The only requirement is that the response variable is Flow and the date variable is included as a predictor.
Once the models are fitted, we will use the as_modeltime_table() function to convert the list of fit models into a modeltime table. This will allow us to use the modeltime package to make predictions.
Model Calibration
Next, we will use the modeltime_calibrate() function to calibrate the models. This function takes a modeltime table and a data.frame of testing data as arguments. The function will return a modeltime table with the calibrated models.
The results of the calibration can be passed to modeltime_accuracy() to assess the accuracy of the models.

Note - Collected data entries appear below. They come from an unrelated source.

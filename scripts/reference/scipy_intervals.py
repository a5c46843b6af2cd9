#!/usr/bin/python3
"""Reference values for headroom's binomial confidence intervals (src/weigh/validationSize.ts).

Run with Debian's interpreter and packages (python3-scipy, python3-numpy), not a virtualenv:

    /usr/bin/python3 scripts/reference/scipy_intervals.py           # rewrite the JSON
    /usr/bin/python3 scripts/reference/scipy_intervals.py --check   # compare with the committed JSON

Clopper-Pearson exact interval for x successes out of n at central probability `level`, from
SciPy's beta quantiles:
    lower = beta.ppf(alpha / 2, x, n - x + 1)   (0 when x = 0)
    upper = beta.ppf(1 - alpha / 2, x + 1, n - x)   (1 when x = n),   alpha = 1 - level,
and the one-sided lower bound beta.ppf(1 - confidence, x, n - x + 1).

Held-out samples needed: the smallest n, found by scanning n = 1, 2, ..., whose one-sided 95% lower
bound exceeds the target, with the Wilson bound of an observed share equal to the expected score, and
with the Clopper-Pearson bound of floor(n * expected) successes.

Wilson score interval for an observed proportion p on n samples, z = norm.ppf((1 + level) / 2):
    (p + z^2/2n -/+ z * sqrt(p(1 - p)/n + z^2/4n^2)) / (1 + z^2/n).

`--check` exits with status 1 when any number differs from the committed file by more than 1e-12.
"""

import argparse
import datetime
import math
import os
import sys

import numpy as np
import scipy
from scipy.stats import beta, norm

from _drift import exit_with_check, largest_difference, read_json, write_json


HERE = os.path.dirname(os.path.abspath(__file__))
OUT = os.path.join(HERE, "..", "..", "fixtures", "reference", "scipy-intervals.json")

# (successes, n, level) for two-sided Clopper-Pearson intervals.
EXACT_CASES = [
    (90, 100, 0.95),
    (0, 20, 0.95),
    (20, 20, 0.95),
    (1, 25, 0.95),
    (45, 50, 0.95),
    (9, 10, 0.9),
    (450, 500, 0.95),
    (970, 1000, 0.99),
    (83, 97, 0.8),
]
# (successes, n, confidence) for one-sided Clopper-Pearson lower bounds.
LOWER_CASES = [
    (90, 100, 0.95),
    (855, 950, 0.95),
    (23, 25, 0.95),
    (180, 200, 0.9),
]
# (expected score, target) for the held-out samples needed at one-sided 95% confidence.
NEEDED_CASES = [
    (0.9, 0.8),
    (0.95, 0.9),
    (0.85, 0.84),
    (0.99, 0.9),
    (0.8, 0.7),
]
# (observed proportion, n, level) for two-sided Wilson intervals.
WILSON_CASES = [
    (0.9, 100, 0.95),
    (0.9, 25, 0.95),
    (0.5, 10, 0.95),
    (0.99, 300, 0.9),
    (0.0, 40, 0.95),
]


def clopper_pearson(x, n, level):
    alpha = 1 - level
    lower = 0.0 if x == 0 else float(beta.ppf(alpha / 2, x, n - x + 1))
    upper = 1.0 if x == n else float(beta.ppf(1 - alpha / 2, x + 1, n - x))
    return lower, upper


def wilson(p, n, level):
    z = float(norm.ppf((1 + level) / 2))
    center = p + z * z / (2 * n)
    spread = z * math.sqrt(p * (1 - p) / n + z * z / (4 * n * n))
    return (center - spread) / (1 + z * z / n), (center + spread) / (1 + z * z / n)


def held_out_needed(expected, target, confidence=0.95):
    """Smallest n, scanning up from 1, whose one-sided lower bound exceeds the target: Wilson with the
    observed share equal to `expected`; Clopper-Pearson with floor(n * expected) successes."""
    z = float(norm.ppf(confidence))
    n = 1
    while True:
        p = expected
        bound = (p + z * z / (2 * n) - z * math.sqrt(p * (1 - p) / n + z * z / (4 * n * n))) / (1 + z * z / n)
        if bound > target:
            break
        n += 1
    m = 1
    while True:
        x = math.floor(m * expected + 1e-9)
        if x > 0 and beta.ppf(1 - confidence, x, m - x + 1) > target:
            break
        m += 1
    return n, m


def compute():
    exact = []
    for x, n, level in EXACT_CASES:
        lower, upper = clopper_pearson(x, n, level)
        exact.append({"successes": x, "n": n, "level": level, "lower": lower, "upper": upper})
    lower_bounds = []
    for x, n, confidence in LOWER_CASES:
        bound = float(beta.ppf(1 - confidence, x, n - x + 1))
        lower_bounds.append({"successes": x, "n": n, "confidence": confidence, "lower": bound})
    wilson_rows = []
    for p, n, level in WILSON_CASES:
        lower, upper = wilson(p, n, level)
        wilson_rows.append({"observed": p, "n": n, "level": level, "lower": lower, "upper": upper})
    needed = []
    for expected, target in NEEDED_CASES:
        wilson_n, exact_n = held_out_needed(expected, target)
        needed.append({"expected": expected, "target": target, "confidence": 0.95, "wilson": wilson_n, "exact": exact_n})
    return {
        "source": "SciPy scipy.stats.beta.ppf and norm.ppf from Debian python3-scipy",
        "command": "/usr/bin/python3 scripts/reference/scipy_intervals.py",
        "generated": datetime.date.today().isoformat(),
        "versions": {"python": sys.version.split()[0], "scipy": scipy.__version__, "numpy": np.__version__},
        "clopperPearson": exact,
        "clopperPearsonLower": lower_bounds,
        "wilson": wilson_rows,
        "heldOutNeeded": needed,
    }


def main():
    parser = argparse.ArgumentParser()
    parser.add_argument("--check", action="store_true")
    args = parser.parse_args()
    result = compute()
    if args.check:
        committed = read_json(OUT)
        keys = ["clopperPearson", "clopperPearsonLower", "wilson", "heldOutNeeded"]
        pairs = [(result[key], committed[key]) for key in keys]
        exit_with_check("scipy-intervals", largest_difference(pairs, relative=False), 1e-12)
    write_json(OUT, result)
    print(f"wrote {os.path.relpath(OUT)}: {len(EXACT_CASES)} exact intervals, {len(WILSON_CASES)} Wilson intervals")


if __name__ == "__main__":
    main()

Calibrate the models using the testing data and assess the accuracy of the models describing what you see!
Forecasting
With a calibrated model set in place, we can now make predictions using the modeltime_forecast(). Becasue we are using exogenous data, we need to pass the actual data to the function. This is because the model needs to know what the actual values are in order to make predictions.

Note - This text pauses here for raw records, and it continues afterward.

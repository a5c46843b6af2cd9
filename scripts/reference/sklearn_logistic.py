#!/usr/bin/python3
"""Reference values for headroom's logistic-regression learner, computed with scikit-learn.

Run with Debian's interpreter and packages (python3-sklearn, python3-numpy), not a virtualenv:

    /usr/bin/python3 scripts/reference/sklearn_logistic.py           # rewrite the JSON
    /usr/bin/python3 scripts/reference/sklearn_logistic.py --check   # compare with the committed JSON

For each open data set in fixtures/open-data/ (feature columns, then a `class` column) it:
  1. standardizes every feature with StandardScaler fitted on the whole file;
  2. fits LogisticRegression(C=1.0), which minimizes 1/2 ||W||^2 + C * sum(log-loss) with the
     intercepts not penalized: one coefficient vector for two classes, a multinomial (softmax) model
     with one vector per class for more (multi_class="auto");
  3. records classes_ (sorted string order), coef_, intercept_, predict_proba of the first 5 rows, the
     number of iterations, and the largest absolute gradient entry of the objective above at the
     returned solution (computed here with numpy, so the accuracy of each reference is on record).

Two solvers are recorded:
  - `lbfgs`: the default solver, with tol=1e-10 and max_iter=100000. SciPy's L-BFGS-B also stops when
    the objective's relative decrease falls below its default ftol (about 2.2e-9), which LogisticRegression
    does not expose; on these data sets that happens first, leaving gradients up to about 5e-4 and
    coefficients up to about 3e-4 (digits intercepts 1e-3) away from the optimum.
  - `newtonCg`: solver="newton-cg", tol=1e-8, max_iter=100000, which stops on the gradient alone and
    reaches |gradient| <= 1e-8 in under 20 iterations. These are the values to test an exact optimizer
    against.

The output, fixtures/reference/sklearn-logistic.json, is deterministic apart from its `generated` date
and the versions. `--check` refits and exits with status 1 when any number differs from the committed
file by more than 1e-6 * max(1, |committed|) or when the classes differ; status 0 otherwise. The script
prints one summary line and nothing else.
"""

import argparse
import csv
import datetime
import os
import sys
import warnings

import numpy as np
import sklearn
from sklearn.exceptions import ConvergenceWarning
from sklearn.linear_model import LogisticRegression
from sklearn.preprocessing import StandardScaler

from _drift import compare, read_json, write_json


ROOT = os.path.dirname(os.path.dirname(os.path.dirname(os.path.abspath(__file__))))
DATA_DIR = os.path.join(ROOT, "fixtures", "open-data")
OUTPUT = os.path.join(ROOT, "fixtures", "reference", "sklearn-logistic.json")
DATA_SETS = ["breast_cancer", "wine", "iris", "digits"]
C = 1.0
MAX_ITER = 100000
SOLVERS = {
    # key in the JSON: (solver, tol)
    "lbfgs": ("lbfgs", 1e-10),
    "newtonCg": ("newton-cg", 1e-8),
}
FIRST_ROWS = 5
CHECK_TOLERANCE = 1e-6


def read_csv(name):
    """Feature matrix (float64) and class names (strings) of fixtures/open-data/<name>.csv."""
    with open(os.path.join(DATA_DIR, name + ".csv"), newline="") as handle:
        rows = list(csv.reader(handle))
    header, body = rows[0], rows[1:]
    if header[-1] != "class":
        raise SystemExit(f"{name}.csv: last column is {header[-1]!r}, expected 'class'")
    features = np.array([[float(v) for v in row[:-1]] for row in body], dtype=np.float64)
    labels = np.array([row[-1] for row in body])
    return features, labels


def max_abs_gradient(model, x, labels):
    """Largest |entry| of the gradient of 1/2 ||W||^2 + C * sum(log-loss) at the fitted model."""
    coef = model.coef_
    intercept = model.intercept_
    if len(model.classes_) == 2:
        positive = (labels == model.classes_[1]).astype(np.float64)
        z = x @ coef[0] + intercept[0]
        p = 1.0 / (1.0 + np.exp(-z))
        residual = p - positive
        grad_w = coef[0] + C * (x.T @ residual)
        grad_b = C * residual.sum()
        return float(max(np.abs(grad_w).max(), abs(grad_b)))
    onehot = (labels[:, None] == model.classes_[None, :]).astype(np.float64)
    z = x @ coef.T + intercept
    z -= z.max(axis=1, keepdims=True)
    p = np.exp(z)
    p /= p.sum(axis=1, keepdims=True)
    residual = p - onehot
    grad_w = coef + C * (residual.T @ x)
    grad_b = C * residual.sum(axis=0)
    return float(max(np.abs(grad_w).max(), np.abs(grad_b).max()))


def fit_one(name):
    features, labels = read_csv(name)
    x = StandardScaler().fit_transform(features)
    result = {"rows": int(x.shape[0]), "features": int(x.shape[1])}
    for key, (solver, tol) in SOLVERS.items():
        model = LogisticRegression(C=C, tol=tol, max_iter=MAX_ITER, solver=solver)
        with warnings.catch_warnings():
            # Convergence is judged by the recorded gradient instead of a printed warning.
            warnings.simplefilter("ignore", ConvergenceWarning)
            model.fit(x, labels)
        result["classes"] = [str(c) for c in model.classes_]
        result[key] = {
            "coef": model.coef_.tolist(),
            "intercept": model.intercept_.tolist(),
            "probabilitiesFirstRows": model.predict_proba(x[:FIRST_ROWS]).tolist(),
            "iterations": int(np.max(model.n_iter_)),
            "maxAbsGradient": max_abs_gradient(model, x, labels),
        }
    return result


def run():
    return {
        "source": "scikit-learn LogisticRegression from Debian python3-sklearn",
        "command": "/usr/bin/python3 scripts/reference/sklearn_logistic.py",
        "generated": datetime.date.today().isoformat(),
        "versions": {
            "python": sys.version.split()[0],
            "sklearn": sklearn.__version__,
            "numpy": np.__version__,
        },
        "settings": {
            "scaler": "StandardScaler fitted on the whole file",
            "C": C,
            "max_iter": MAX_ITER,
            "solvers": {key: {"solver": solver, "tol": tol} for key, (solver, tol) in SOLVERS.items()},
            "multi_class": "auto (multinomial for more than two classes)",
            "firstRows": FIRST_ROWS,
            "gradientOf": "1/2 ||W||^2 + C * sum(log-loss), intercepts not penalized",
        },
        "dataSets": {name: fit_one(name) for name in DATA_SETS},
    }


def main():
    parser = argparse.ArgumentParser(description=__doc__.splitlines()[0])
    parser.add_argument("--check", action="store_true", help="compare a fresh run with the committed JSON")
    args = parser.parse_args()
    fresh = run()
    if args.check:
        committed = read_json(OUTPUT)
        problems = []
        for name in DATA_SETS:
            # iterations and maxAbsGradient describe the run, they are not reference values.
            compare(
                fresh["dataSets"][name]["classes"],
                committed["dataSets"][name]["classes"],
                CHECK_TOLERANCE,
                f"dataSets.{name}.classes",
                problems,
            )
            for key in SOLVERS:
                keep = ["coef", "intercept", "probabilitiesFirstRows"]
                compare(
                    {k: fresh["dataSets"][name][key][k] for k in keep},
                    {k: committed["dataSets"][name][key][k] for k in keep},
                    CHECK_TOLERANCE,
                    f"dataSets.{name}.{key}",
                    problems,
                )
        if problems:
            print(f"sklearn_logistic: {len(problems)} drift(s), first: {problems[0]}")
            sys.exit(1)
        print(
            f"sklearn_logistic: no drift beyond {CHECK_TOLERANCE:g} in {len(DATA_SETS)} data sets "
            f"(sklearn {fresh['versions']['sklearn']}, committed with {committed['versions']['sklearn']})"
        )
        return
    write_json(OUTPUT, fresh)
    worst = {key: max(d[key]["maxAbsGradient"] for d in fresh["dataSets"].values()) for key in SOLVERS}
    print(
        f"sklearn_logistic: wrote {os.path.relpath(OUTPUT, ROOT)} for {len(DATA_SETS)} data sets "
        f"(sklearn {sklearn.__version__}; largest |gradient| "
        + ", ".join(f"{key} {value:.1e}" for key, value in worst.items())
        + ")"
    )


if __name__ == "__main__":
    main()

As a first step, lets use the calibrated models to make predictions on the testing data. Here you will need to specifcy the actual_data (historic data tibble) and the new_data (testing).
The outputs can be passed to the plot_modeltime_forecast() function to visualize the predictions.
Refitting the Model
Now that we have a calibrated model set, we can refit the models to the full dataset. This is important because the models are only as good as the data they are trained on. By refitting the models to the full dataset, we can improve the accuracy of the predictions.
To do this, we will use the modeltime_refit() function. This function takes a calibrataion table and the full historic tibble as the data argument. The function will return a modeltime table with the refitted models. Like before, the accuracy of the models can be assessed using the modeltime_accuracy() function.
Looking into the future
Now we are at the end! We can use the refitted models to make predictions on the future data. This is where we will use the future tibble we created earlier as the new_data. The actual_data argument will be the historic data tibble.
Using your refitted models, the modeltime_forecast() function will return a modeltime table with the predictions that can be passed to the plot_modeltime_forecast() function to visualize the predictions.
Wrap up
Looking at your predictions what do you think? How do the models compare? What do you think the future streamflow will be? What are the limitations of this analysis? What are the assumptions of the models?
Perhaps you see negative values in the predictions; perhaps you dont see strong agreement between the furture starting points around Jan 2024; perhaps you see other patterns that seem systemic and questionablly wrong. At this stage that is quite alright. In this simple lab, we did not worry about issue like cross validation, featrue engineering, or hyperparameter tuning. These are all important steps in the modeling process and should be considered in a real world application.
If interested, the processes learned in tidymodels are directly applicable here and you can take this model as far as you like adding new data, correcting non-normal data, and implemeting a resampling approach to improve the model. That said, you now have a string introdcutory grasp on what the world of timeseries is about.